As such, the historical trajectory of free-energy calculations through molecular simulations serves as a prime example of the symbiotic convergence of computational rigor and theoretical innovation and signaled a frontier in which scientific inquiry was viewed as a holistic enterprise. This confluence was not merely additive, but transformative and created a scientific milieu in which the onset of inquiry seamlessly blended theoretical conjecture with computational validation. The emergence of this integrated approach has changed the way theories are conceived, developed, and substantiated by ensuring that theoretical constructs undergo strict computational testing to determine their validity and applicability.

This discourse also illuminates the bidirectional co-evolutionary relationship between science and technology, wherein simulations emerge as central tools for overcoming experimental limitations, and each domain continually informs and refines the trajectory of the other. Indeed,

[i]t may be difficult or impossible to carry out experiments under extremes of temperature and pressure, while a computer simulation of the material in, say, a shock wave, a high-temperature plasma, a nuclear reactor, or a planetary core, would be perfectly feasible. Quite subtle details of molecular motion and structure, for example in heterogeneous catalysis, fast ion conduction, or enzyme action, are difficult to probe experimentally but can be extracted readily from a computer simulation” (Allen and Tildesley 2017, pp. 4–5).
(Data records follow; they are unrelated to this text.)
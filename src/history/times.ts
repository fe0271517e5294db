/**
 * The start and end of every operation, exact to the nanosecond.
 *
 * Times lie anywhere in ±2^63 ns, a double holds whole numbers to 2^53. So the columns are nanoseconds after
 * the first time that was added, in doubles, as long as every one of them is within 2^52 ns (52 days) of it;
 * from the first time further away they are 64-bit integers.
 */

/** Whole seconds for which nanoseconds after the base stay within 2^52. */
const NARROW_SECONDS = 4_503_599
const NANOS = 1_000_000_000

export interface Times {
  /** Nanoseconds since the epoch that offsets count from; 0n while there are no operations. */
  readonly baseNs: bigint
  /** Offsets from `baseNs` in nanoseconds, exact; undefined when some time is over 52 days from it. */
  readonly startOffset: Float64Array | undefined
  readonly endOffset: Float64Array | undefined
  startNs(i: number): bigint
  /** The end; meaningless where the history's `hasEnd` is 0. */
  endNs(i: number): bigint
}

/**
 * A time as two whole numbers that doubles hold exactly: seconds (rounded down) and nanoseconds 0 … 999,999,999.
 */
export interface Instant {
  seconds: number
  nanos: number
}

/** The nanoseconds since the epoch of an instant. */
export function instantNs({ seconds, nanos }: Instant): bigint {
  return BigInt(seconds) * 1_000_000_000n + BigInt(nanos)
}

/** Growing columns of times. */
export class TimesBuilder implements Times {
  readonly #base: Instant = { seconds: 0, nanos: 0 }
  #count = 0
  #narrowStart: Float64Array | undefined = new Float64Array(1024)
  #narrowEnd: Float64Array | undefined = new Float64Array(1024)
  #wideStart = new BigInt64Array(0)
  #wideEnd = new BigInt64Array(0)

  get baseNs(): bigint {
    return instantNs(this.#base)
  }

  get startOffset(): Float64Array | undefined {
    return this.#narrowStart
  }

  get endOffset(): Float64Array | undefined {
    return this.#narrowEnd
  }

  startNs(i: number): bigint {
    return this.#narrowStart ? this.baseNs + BigInt(this.#narrowStart[i]) : this.#wideStart[i]
  }

  endNs(i: number): bigint {
    return this.#narrowEnd ? this.baseNs + BigInt(this.#narrowEnd[i]) : this.#wideEnd[i]
  }

  /** Adds the times of the next operation; without an end pass its start. */
  push(start: Instant, end: Instant): void {
    if (this.#count === 0) {
      this.#base.seconds = start.seconds
      this.#base.nanos = start.nanos
    }
    const i = this.#count++
    if (this.#narrowStart && this.#narrowEnd) {
      if (i === this.#narrowStart.length) {
        this.#narrowStart = grown(this.#narrowStart, new Float64Array(i * 2))
        this.#narrowEnd = grown(this.#narrowEnd, new Float64Array(i * 2))
      }
      if (this.#isNarrow(start)) this.#narrowStart[i] = this.#offset(start)
      else this.#widen()
    } else if (i === this.#wideStart.length) {
      this.#wideStart = grown(this.#wideStart, new BigInt64Array(i * 2))
      this.#wideEnd = grown(this.#wideEnd, new BigInt64Array(i * 2))
    }
    if (!this.#narrowStart) this.#wideStart[i] = instantNs(start)
    this.setEnd(i, end)
  }

  /** Replaces the end of operation `i` (its closing half has come). */
  setEnd(i: number, end: Instant): void {
    if (this.#narrowEnd) {
      if (this.#isNarrow(end)) {
        this.#narrowEnd[i] = this.#offset(end)
        return
      }
      this.#widen()
    }
    this.#wideEnd[i] = instantNs(end)
  }

  #isNarrow({ seconds }: Instant): boolean {
    return Math.abs(seconds - this.#base.seconds) < NARROW_SECONDS
  }

  #offset({ seconds, nanos }: Instant): number {
    return (seconds - this.#base.seconds) * NANOS + (nanos - this.#base.nanos)
  }

  #widen(): void {
    const starts = this.#narrowStart!
    const ends = this.#narrowEnd!
    this.#wideStart = new BigInt64Array(starts.length)
    this.#wideEnd = new BigInt64Array(ends.length)
    const base = this.baseNs
    for (let i = 0; i < this.#count; i++) {
      this.#wideStart[i] = base + BigInt(starts[i])
      this.#wideEnd[i] = base + BigInt(ends[i])
    }
    this.#narrowStart = undefined
    this.#narrowEnd = undefined
  }
}

function grown<A extends Float64Array | BigInt64Array>(old: A, larger: A): A {
  larger.set(old as never)
  return larger
}
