import { mkdtempSync, rmSync, writeFileSync } from 'node:fs'
import { tmpdir } from 'node:os'
import { join } from 'node:path'
import { Readable } from 'node:stream'
import { gzipSync } from 'node:zlib'
import { afterAll, describe, expect, it } from 'vitest'
import { fetchLines } from '../../src/history/lines.js'
import { readHistory } from '../../src/history/read.js'
import { type ByteSource, fileSource, standardInputSource } from '../../src/history/source.js'

const folder = mkdtempSync(join(tmpdir(), 'misread-source-'))
afterAll(() => rmSync(folder, { recursive: true, force: true }))

/** Some 4 MB, so that lines span the chunks that a file is read in. */
const lines = Array.from(
  { length: 30_000 },
  (_, i) =>
    `{"client":"c${i % 7}","op":"write","key":"berth/${i % 100}","value":"vessel ${i} ${'x'.repeat(i % 90)}","start":${i},"end":${i}}`,
)
const text = `${lines.join('\n')}\n`

describe('a source of several chunks', () => {
  const cases: [string, () => Promise<ByteSource>][] = [
    [
      'a file',
      async () => {
        const path = join(folder, 'plain.ndjson')
        writeFileSync(path, text)
        return fileSource(path)
      },
    ],
    [
      'a gzip file',
      async () => {
        const path = join(folder, 'packed.ndjson.gz')
        writeFileSync(path, gzipSync(text))
        return fileSource(path)
      },
    ],
    [
      'standard input',
      async () =>
        standardInputSource(
          Readable.from([
            Buffer.from(text.slice(0, 1)),
            Buffer.from(text.slice(1, 999_999)),
            Buffer.from(text.slice(999_999)),
          ]),
        ),
    ],
    [
      'packed standard input, its first bytes one by one',
      async () => {
        const bytes = gzipSync(text)
        return standardInputSource(
          Readable.from([bytes.subarray(0, 1), bytes.subarray(1, 2), bytes.subarray(2)]),
        )
      },
    ],
  ]

  it.each(cases)('%s reads whole, and its lines are found again', async (_, open) => {
    const source = await open()
    const history = await readHistory([source])
    expect(history.count).toBe(lines.length)
    const wanted = [0, 7919, 15_000, 29_999].map((i) => ({ file: 0, line: i + 1 }))
    expect(await fetchLines([source], wanted)).toEqual(wanted.map(({ line }) => lines[line - 1]))
    expect(history.values.text(history.value[29_999])).toBe(JSON.stringify(JSON.parse(lines[29_999]).value))
  })

  it('standard input that was read in part is read on, and again from its start', async () => {
    const parts = ['one\n', 'two\nthree\n', 'four\n'].map((part) => Buffer.from(part))
    const source = standardInputSource(Readable.from(parts))
    for (const line of [1, 3, 2, 4, 1])
      expect(await fetchLines([source], [{ file: 0, line }])).toEqual([
        ['one', 'two', 'three', 'four'][line - 1],
      ])
  })
})

describe('what cannot be read', () => {
  it('is said, file by file', async () => {
    await expect(fileSource(join(folder, 'none.ndjson'))).rejects.toMatchObject({
      problems: [{ code: 'unreadable', found: 'no such file' }],
    })
    await expect(fileSource(folder)).rejects.toMatchObject({ problems: [{ code: 'not-a-file' }] })
    const path = join(folder, 'gone.ndjson')
    writeFileSync(path, text)
    const source = await fileSource(path)
    rmSync(path)
    await expect(readHistory([source])).rejects.toMatchObject({
      problems: [{ code: 'unreadable', file: path, found: 'no such file' }],
    })
  })
})
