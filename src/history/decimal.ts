/**
 * Decimal numbers as JSON writes them, exact: no number passes through a double.
 */

/** value = ±digits · 10^exponent; digits without leading or trailing zeros, '' for zero. */
export interface Decimal {
  readonly negative: boolean
  readonly digits: string
  readonly exponent: bigint
}

const NUMBER = /^(-?)(0|[1-9][0-9]*)(?:\.([0-9]+))?(?:[eE]([+-]?[0-9]+))?$/

/** Exponents with more digits than this are refused: no store holds such a number. */
const EXPONENT_DIGITS = 18

/** Parses a JSON number, or undefined when the text is none (or its exponent is out of all reason). */
export function parseDecimal(text: string): Decimal | undefined {
  const match = NUMBER.exec(text)
  if (!match || (match[4] !== undefined && match[4].length > EXPONENT_DIGITS)) return undefined
  const [, sign, whole, fraction = '', power = '0'] = match
  const all = (whole + fraction).replace(/^0+/, '')
  const digits = all.replace(/0+$/, '')
  if (digits === '') return { negative: false, digits: '', exponent: 0n }
  const exponent = BigInt(power) - BigInt(fraction.length) + BigInt(all.length - digits.length)
  return { negative: sign === '-', digits, exponent }
}

/** The most digits that a number is written out with before it is written with an exponent. */
const WRITTEN_OUT = 40n

/** The one spelling of a decimal's value that canonical texts use; it is a JSON number itself. */
export function canonicalNumber({ negative, digits, exponent }: Decimal): string {
  if (digits === '') return '0'
  const sign = negative ? '-' : ''
  const length = BigInt(digits.length)
  if (exponent >= 0n && length + exponent <= WRITTEN_OUT) return sign + digits + '0'.repeat(Number(exponent))
  if (exponent < 0n && -exponent <= WRITTEN_OUT && length <= WRITTEN_OUT) {
    const places = Number(-exponent)
    const padded = digits.padStart(places + 1, '0')
    return `${sign}${padded.slice(0, -places)}.${padded.slice(-places)}`
  }
  return `${sign}${digits}e${exponent}`
}

/** Exponents beyond this are no counts that anybody means; they stay out of big integers. */
const LARGEST_EXPONENT = 1000n

/** The decimal times 10^shift as a whole number; 'fraction' or 'huge' when it is none of sane size. */
export function toInteger(decimal: Decimal, shift = 0): bigint | 'fraction' | 'huge' {
  if (decimal.digits === '') return 0n
  const exponent = decimal.exponent + BigInt(shift)
  if (exponent < 0n) return 'fraction'
  if (exponent > LARGEST_EXPONENT || decimal.digits.length > 4000) return 'huge'
  const size = BigInt(decimal.digits) * 10n ** exponent
  return decimal.negative ? -size : size
}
Within this iterative landscape, advances in computational technologies have both mirrored and catalyzed the emergence of novel scientific methodologies (Battimelli et al. 2020, pp. 2–3), while the intensifying demands of scientific inquiry have spurred technological breakthroughs in computing.⁵⁵ Such an analysis increasingly blurs the traditional divide between epistemological and technological domains and facilitates a deeper understanding of the co-construction of knowledge. Engaging with this epistemic tableau requires a reconceptualization of the mechanisms by which knowledge is generated, negotiated, and used, emphasizing the fluidity and interconnectedness inherent in the process of scientific discovery.⁵⁶ From this perspective, the development of free-energy calculations through molecular simulations exemplifies the entanglement of scientific inquiry and technological innovation; this field crystallizes the essence of their symmetrical relationship while broadening the discourse on their mutual reinforcement. By pushing the boundaries of both theoretical understanding and computational capability, the history of free-energy calculations showcases the potential residing at the nexus of epistemic inquiry and technological advancement. Such convergence invites an interdisciplinary cohort of historians, philosophers of science, and scholars of science and technology studies to delve into the expansive depths of this evolving field.